Further Musings on Trend Following

One of the delights of the festive season (for me at least) is that without the distraction of the usual day to day things I can get the opportunity to reflect on things a little more. As is often the case that means the last thing you read, in my case Michael Covel’s Trend Following (my review here).

I should start by saying that I believe that trend following is a viable investment strategy. I’m not going to try to convince you, or say that its a simple strategy to follow, or think like Covel that its the only viable strategy out there. I am encouraged in this by its agnostic approach towards markets – the strategy doesn’t say the market is trending, or going to a certain target value. All it says is that markets trend, and trend followers just jump on for the ride with the condition about being very disciplined about getting off when they are wrong.

But, having said that I don’t believe trend following will ever be popular. And the reason has nothing to do with returns and all to do with volatility. Even successful trend following has large drawdowns. Large and long – frequently months and often for a year or two. However we live in a world of quarterly reporting, or often monthly or more frequent. Rarely is it annual, never longer. Which in one sense is fine – this is how most people think. They are very good at looking forward a week or a month or a quarter. We’re not so good at looking forward a year and really bad at longer time frames. This is the point that its easy to trot out the glib comments about how the long-run is a series of short runs and Keynes quote “in the long-run we are all dead.” But that misses the point.

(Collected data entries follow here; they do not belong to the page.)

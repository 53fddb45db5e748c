// Generates the demo environment: a high-altitude observatory at dusk, as a Radiance .hdr panorama
// (equirectangular, lightkiln's convention: image centre looks towards -Z, row 0 is the zenith).
//   node make-sky.mjs <out.hdr> [width]
// The scene is ours: a graded dusk sky, a small and very bright sun just above the western horizon,
// a warm lit plateau as ground, the dome of the observatory with a few lit windows, and faint stars.
import { mkdirSync, writeFileSync } from 'node:fs';
import { dirname } from 'node:path';
import { encodeHdr } from '@lightkiln/codecs';
import { equirectToDirection } from '@lightkiln/math';

const out = process.argv[2] ?? 'out/observatory-dusk.hdr';
const width = Number(process.argv[3] ?? 2048);
const height = width / 2;

const norm = (v) => { const l = Math.hypot(...v); return v.map((x) => x / l); };
// The sun sits 2 degrees above the horizon, towards -X rotated a little to -Z (west-south-west).
const sunElev = (2 * Math.PI) / 180;
const sunAz = (-70 * Math.PI) / 180; // from -Z towards -X
const sun = norm([Math.sin(sunAz) * Math.cos(sunElev), Math.sin(sunElev), -Math.cos(sunAz) * Math.cos(sunElev)]);
const sunCos = Math.cos((0.35 * Math.PI) / 180); // apparent radius 0.35 degrees
const sunRadiance = [60000, 42000, 26000];

// Lit windows of the dome: small rectangles in azimuth/elevation (degrees), warm light.
const windows = [[38, -1.5], [41, -1.2], [44, -1.6], [150, -0.8], [152, -0.9]];

function hash(i, j) {
  let h = (Math.imul(i, 374761393) + Math.imul(j, 668265263)) >>> 0;
  h = Math.imul(h ^ (h >>> 13), 1274126177) >>> 0;
  return (h ^ (h >>> 16)) / 4294967296;
}

function radiance(x, y, z, i, j) {
  const cosSun = x * sun[0] + y * sun[1] + z * sun[2];
  if (cosSun > sunCos) return sunRadiance;
  const elev = Math.asin(Math.max(-1, Math.min(1, y)));
  const az = (Math.atan2(x, -z) * 180) / Math.PI; // 0 at -Z, +90 at +X
  if (y >= 0) {
    // Dusk gradient: deep blue zenith, orange band at the horizon, brighter towards the sun.
    const t = Math.pow(1 - y, 6);
    const glow = Math.pow(Math.max(0, cosSun), 12) * 6 + Math.pow(Math.max(0, cosSun), 3) * 0.6;
    const r = 0.05 + 1.4 * t + glow * 1.6;
    const g = 0.08 + 0.7 * t + glow * 0.9;
    const b = 0.25 + 0.25 * t + glow * 0.35;
    const star = y > 0.35 && hash(i, j) > 0.9995 ? 2 : 0;
    return [r + star, g + star, b + star];
  }
  // Observatory dome silhouette with lit windows just below the horizon line.
  for (const [waz, wel] of windows) {
    if (Math.abs(az - waz) < 0.5 && Math.abs((elev * 180) / Math.PI - wel) < 0.3) return [180, 110, 45];
  }
  // Warm plateau, lit by the low sun: brighter towards the sun side, darkening below.
  const facing = 0.5 + 0.5 * (x * sun[0] + z * sun[2]);
  const k = 0.12 + 0.25 * facing * Math.exp(elev * 3);
  return [0.55 * k + 0.02, 0.36 * k + 0.015, 0.22 * k + 0.01];
}

const data = new Float32Array(width * height * 3);
const d = new Float64Array(3);
const S = 3; // supersamples per axis per pixel (area-averaged pixels)
for (let j = 0; j < height; j++) {
  for (let i = 0; i < width; i++) {
    let r = 0; let g = 0; let b = 0; let w = 0;
    for (let sy = 0; sy < S; sy++) {
      for (let sx = 0; sx < S; sx++) {
        const v = (j + (sy + 0.5) / S) / height;
        equirectToDirection(d, 0, (i + (sx + 0.5) / S) / width, v);
        const c = radiance(d[0], d[1], d[2], i, j);
        const weight = Math.sin(v * Math.PI);
        r += c[0] * weight; g += c[1] * weight; b += c[2] * weight; w += weight;
      }
    }
    const o = (j * width + i) * 3;
    data[o] = r / w; data[o + 1] = g / w; data[o + 2] = b / w;
  }
}
mkdirSync(dirname(out), { recursive: true });
writeFileSync(out, encodeHdr({ width, height, channels: 3, data }, { variables: { SOFTWARE: 'lightkiln example observatory-dusk' } }));
console.error(`wrote ${out} (${width} x ${height})`);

It is slightly unnatural to tolerate short-run bad performance – we question whether the system is broken, or if a manager has ‘lost it’ (as if we had an idea what ‘it’ was in the first place) or if market conditions have changed irrevocably and will never return to the way they were before. We find it hard to inactive – if things aren’t working we feel we should do something to fix them. Which is why people sell out of investments just before they go up. But trend following suffers from a problem (as in some ways equities do) – the strategy works by taking lots of small losses offset by fewer large gainers. So by its nature its vulnerable to drawdowns. Finding people who can both understand that and tolerate are thin on the ground, which is why despite Covel’s evangelism it will never be popular.